I’ve been listening to the local repeater more over the last week than I have in years. Each morning, from about 6am until 8am a small group operates the Wet Net – a precipitation report from around the county that is collected and transmitted to someone up the chain at the conclusion of each net. Since it runs for a couple of hours and there is typically only about fifteen check-ins, it provides time for friendly early morning chats about everything. I’d hazard a guess that morning time-slot accounts for about 80 percent of all the daily traffic on the repeater.

My renewed interest is mostly because I haven’t installed any antennas at the new place and I’m just listening on a handheld transceiver with an attached antenna. That seems to work well enough though there is a little “fry” on the received signal with just the handy scratchy. I need to get busy installing a few antennas…

There was a point in my early radio history when I was pretty smitten with FM and repeaters. The technology wasn’t brand new when I got a license, but it was evolving quickly and I felt it was the cutting edge of the hobby and a proper place for a young guy like me to hang out. Fast-forward ten years or so and I had migrated completely to HF and other facets that had little to do with FM or repeaters. For some reason I held a fairly dim view of repeater activity and avoided it altogether for decades.

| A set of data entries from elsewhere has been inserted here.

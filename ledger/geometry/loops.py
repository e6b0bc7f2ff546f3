"""Closed loops of curves: made of loose pieces, and what is wrong with them."""

from __future__ import annotations

import math
from collections.abc import Iterable, Sequence
from dataclasses import dataclass

from ledger.errors import Unplaced
from ledger.geometry.curves import Curve, Line
from ledger.geometry.named_place import named_place
from ledger.geometry.sectors import Point

NAMED = 3


class OutlineRefused(Unplaced):
    """An outline that encloses no area that can be told. Codes: outline-open, -crosses, -doubled, -empty."""


@dataclass(frozen=True, slots=True, kw_only=True)
class Loop:
    """Curves that follow one another and come back to the first."""

    curves: tuple[Curve, ...]

    def __post_init__(self) -> None:
        if not self.curves:
            raise ValueError("a loop needs a curve")


def polygon(points_m: Iterable[Iterable[float]]) -> Loop:
    """The loop of straight lines through points, closed from the last to the first."""
    corners = [(float(x), float(y)) for x, y in points_m]
    if len(corners) > 1 and corners[0] == corners[-1]:
        corners.pop()
    following = corners[1:] + corners[:1]
    return Loop(curves=tuple(Line(start=a, end=b) for a, b in zip(corners, following, strict=True)))


def chain(curves: Sequence[Curve], gap_m: float) -> tuple[Loop, ...]:
    """Loops of loose curves drawn in any order and direction.

    gap_m : float
        Ends no farther apart than this belong together, the nearest first. Lines are drawn on to close
        what is left between them; between two arcs a short line is laid.
    Raises OutlineRefused
        outline-open, naming the first ends that meet no other; outline-doubled where a curve is
        drawn twice.
    """
    if not gap_m >= 0.0:
        raise ValueError("gap_m must not be below 0")
    whole = [curve for curve in curves if _apart(curve.start, curve.end) <= gap_m and _is_round(curve, gap_m)]
    loose = [curve for curve in curves if curve not in whole and _apart(curve.start, curve.end) > 0.0]
    _refuse_doubled(loose, gap_m)
    partner = _partners(loose, gap_m)
    free = [end for end in range(2 * len(loose)) if end not in partner]
    if free:
        named = ", ".join(named_place(_end_of(loose, end)) for end in free[:NAMED])
        rest = f" and {len(free) - NAMED} more" if len(free) > NAMED else ""
        raise OutlineRefused(
            "outline-open",
            f"the outline is open: {len(free)} ends meet no other within {1000.0 * gap_m:g} mm,"
            f" at {named}{rest}",
            "join the ends there or remove the loose piece",
        )
    loops = [Loop(curves=_bridged([curve])) for curve in whole]
    left = set(range(len(loose)))
    while left:
        loops.append(Loop(curves=_bridged(_followed(loose, partner, left))))
    return tuple(loops)


def _followed(loose: list[Curve], partner: dict[int, int], left: set[int]) -> list[Curve]:
    """One loop, from the first curve not yet used, each turned to run on from the one before."""
    first = min(left)
    at, backward, run = first, False, []
    while True:
        left.discard(at)
        run.append(loose[at].reversed() if backward else loose[at])
        leaving = 2 * at + (0 if backward else 1)
        entered = partner[leaving]
        at, backward = entered // 2, entered % 2 == 1
        if at == first:
            return run


def _partners(loose: list[Curve], gap_m: float) -> dict[int, int]:
    """Which end meets which: end 2 i is the start of curve i, 2 i + 1 its end; nearest pairs first."""
    import numpy as np

    if not loose:
        return {}
    ends = np.array([_end_of(loose, end) for end in range(2 * len(loose))])
    pairs: list[tuple[float, int, int]] = []
    for end in range(len(ends) - 1):
        apart = np.hypot(*(ends[end + 1 :] - ends[end]).T)
        pairs.extend((float(apart[i]), end, end + 1 + int(i)) for i in np.flatnonzero(apart <= gap_m))
    partner: dict[int, int] = {}
    # A short curve's own ends may be nearer to one another than to its neighbours'.
    for _, one, two in sorted(pair for pair in pairs if pair[1] // 2 != pair[2] // 2):
        if one not in partner and two not in partner:
            partner[one], partner[two] = two, one
    return partner


def _end_of(loose: list[Curve], end: int) -> Point:
    curve = loose[end // 2]
    return curve.end if end % 2 else curve.start


def _apart(a: Point, b: Point) -> float:
    return math.hypot(b[0] - a[0], b[1] - a[1])


def _middle(curve: Curve) -> Point:
    if isinstance(curve, Line):
        return (0.5 * (curve.start[0] + curve.end[0]), 0.5 * (curve.start[1] + curve.end[1]))
    points = curve.points(1.0)
    return points[len(points) // 2]


def _is_round(curve: Curve, gap_m: float) -> bool:
    """Whether a curve whose ends meet goes somewhere in between, and is not just short."""
    return not isinstance(curve, Line) and _apart(curve.start, _middle(curve)) > gap_m


def _refuse_doubled(loose: list[Curve], gap_m: float) -> None:
    near = max(gap_m, 1e-12)
    seen: dict[tuple[int, int], list[Curve]] = {}
    for curve in loose:
        middle = _middle(curve)
        at = (math.floor(middle[0] / near), math.floor(middle[1] / near))
        around = [c for i in (-1, 0, 1) for j in (-1, 0, 1) for c in seen.get((at[0] + i, at[1] + j), [])]
        for other in around:
            same = _apart(curve.start, other.start) <= near and _apart(curve.end, other.end) <= near
            turned = _apart(curve.start, other.end) <= near and _apart(curve.end, other.start) <= near
            if (same or turned) and _apart(middle, _middle(other)) <= near:
                raise OutlineRefused(
                    "outline-doubled",
                    f"a curve is drawn twice from {named_place(curve.start)} to {named_place(curve.end)}",
                    "remove the copy",
                )
        seen.setdefault(at, []).append(curve)


def _bridged(run: list[Curve]) -> tuple[Curve, ...]:
    """The curves with the gaps between them closed.

    A line is drawn on to its neighbour, or back where it runs past it; only between two curves that
    cannot move is a short line laid.
    """
    whole = list(run)
    bridges: dict[int, Line] = {}
    for at in range(len(whole)):
        following = (at + 1) % len(whole)
        end, start = whole[at].end, whole[following].start
        if end == start:
            continue
        if isinstance(whole[at], Line):
            whole[at] = Line(start=whole[at].start, end=start)
        elif isinstance(whole[following], Line):
            whole[following] = Line(start=end, end=whole[following].end)
        else:
            bridges[at] = Line(start=end, end=start)
    return tuple(piece for at, curve in enumerate(whole) for piece in (curve, bridges.get(at)) if piece)
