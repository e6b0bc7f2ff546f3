"""Canonical text, digests and the code for paper."""

from __future__ import annotations

import hashlib
import json
import sqlite3
from typing import Any

import pytest
import rfc8785
from hypothesis import given
from hypothesis import strategies as st

from ledger.book.chain import NotText, canonical, digest_of, read_code, short_code
from ledger.model.acts import Note, Receive
from ledger.model.things import Measure

DIGESTS = st.binary(min_size=32, max_size=32).map(bytes.hex)
TEXTS = st.text(st.characters(exclude_categories=["Cs"]))


def test_every_digest_follows_from_the_table_alone(shop: Any) -> None:
    shop.enter("receive", Receive(material="epoxy", quantity=Measure(value=5.0, unit="kg")))
    shop.enter("note", Note(text='a "quoted" \u2028 line\n\x07 and \u00fc \U0001f6e9'))
    connection = sqlite3.connect(shop.book)
    connection.row_factory = sqlite3.Row
    previous = "0" * 64
    rows = connection.execute("SELECT * FROM entry ORDER BY seq").fetchall()
    assert [row["seq"] for row in rows] == [1, 2, 3]
    for row in rows:
        members = {name: row[name] for name in ("seq", "id", "at", "logged_at", "by", "kind")}
        text = rfc8785.dumps({**members, "body": json.loads(row["body"])})
        assert row["previous"] == previous
        assert row["digest"] == hashlib.sha256(previous.encode("ascii") + text).hexdigest()
        assert row["body"].encode() == rfc8785.dumps(json.loads(row["body"]))
        previous = row["digest"]
    connection.close()


@given(by=TEXTS, kind=TEXTS, remark=TEXTS, number=st.floats(allow_nan=False, allow_infinity=False))
def test_the_quick_digest_is_that_of_the_whole_object_made_canonical(
    by: str, kind: str, remark: str, number: float
) -> None:
    body = {"remark": remark, "mass_kg": number}
    whole = {"seq": 7, "id": "i", "at": "a", "logged_at": "l", "by": by, "kind": kind, "body": body}
    expected = hashlib.sha256(("f" * 64).encode() + rfc8785.dumps(whole)).hexdigest()
    quick = digest_of("f" * 64, seq=7, id="i", at="a", logged_at="l", by=by, kind=kind, body=canonical(body))
    assert quick == expected


@pytest.mark.parametrize("value", [float("nan"), float("inf"), "\ud800", 2**60])
def test_what_canonical_json_cannot_hold_is_refused(value: object) -> None:
    with pytest.raises(NotText):
        canonical({"value": value})


@given(DIGESTS)
def test_a_code_reads_back_to_itself_in_any_spelling(digest: str) -> None:
    code = short_code(digest)
    assert read_code(code) == code
    assert read_code(code.lower().replace("-", " ")) == code
    assert read_code(digest) == digest


@given(DIGESTS, st.data())
def test_a_wrong_character_or_two_swapped_in_a_code_are_noticed(digest: str, data: st.DataObject) -> None:
    code = short_code(digest).replace("-", "")
    place = data.draw(st.integers(0, len(code) - 1))
    wrong = data.draw(st.sampled_from("0123456789ABCDEFGHJKMNPQRSTVWXYZ"))
    mistyped = code[:place] + wrong + code[place + 1 :]
    if mistyped != code:
        assert read_code(mistyped) is None
    if place + 1 < len(code):
        swapped = code[:place] + code[place + 1] + code[place] + code[place + 2 :]
        # I, L and O before the check character are read as the digits they look like.
        if swapped != code and not set(swapped[:-1]) & set("ILO"):
            assert read_code(swapped) is None


def test_a_code_written_with_letters_for_digits_is_read() -> None:
    code = short_code("0084" + "1" * 60)
    assert "0" in code
    assert "1" in code
    written = code[:-1].replace("0", "O").replace("1", "l") + code[-1]
    assert read_code(written) == code


def test_the_code_of_a_digest_does_not_change() -> None:
    # From memory: the alphabet is Crockford's base 32; first 60 bits of the digest, ISO 7064 MOD 37-2 check.
    assert short_code("0" * 64).startswith("0000-0000-0000-")
    assert short_code("f" * 64).startswith("ZZZZ-ZZZZ-ZZZZ-")
    assert short_code("08421084210842" + "1" * 50)[:4] == "1111"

That was an incredibly short-sighted attitude that caused me to lose touch with almost all the local hams and that was my loss, not theirs. I don’t know what I was thinking?

This morning is the first Tuesday of the month and from the chatter, I gather this is the day many of the hams gather for breakfast at some local eatery. As it turns out, I couldn’t participate today even if I was one of the gang, but it’s something I look forward to joining one of these days.

A good first step is probably to get back on the repeater on a regular basis and get to know everyone. Again. Some of the names are familiar, but for the most part, this is a small group of hams who should be my friends instead of just random “contacts” on the local repeater.

It’s another lesson learned and golly they are stacking up on me.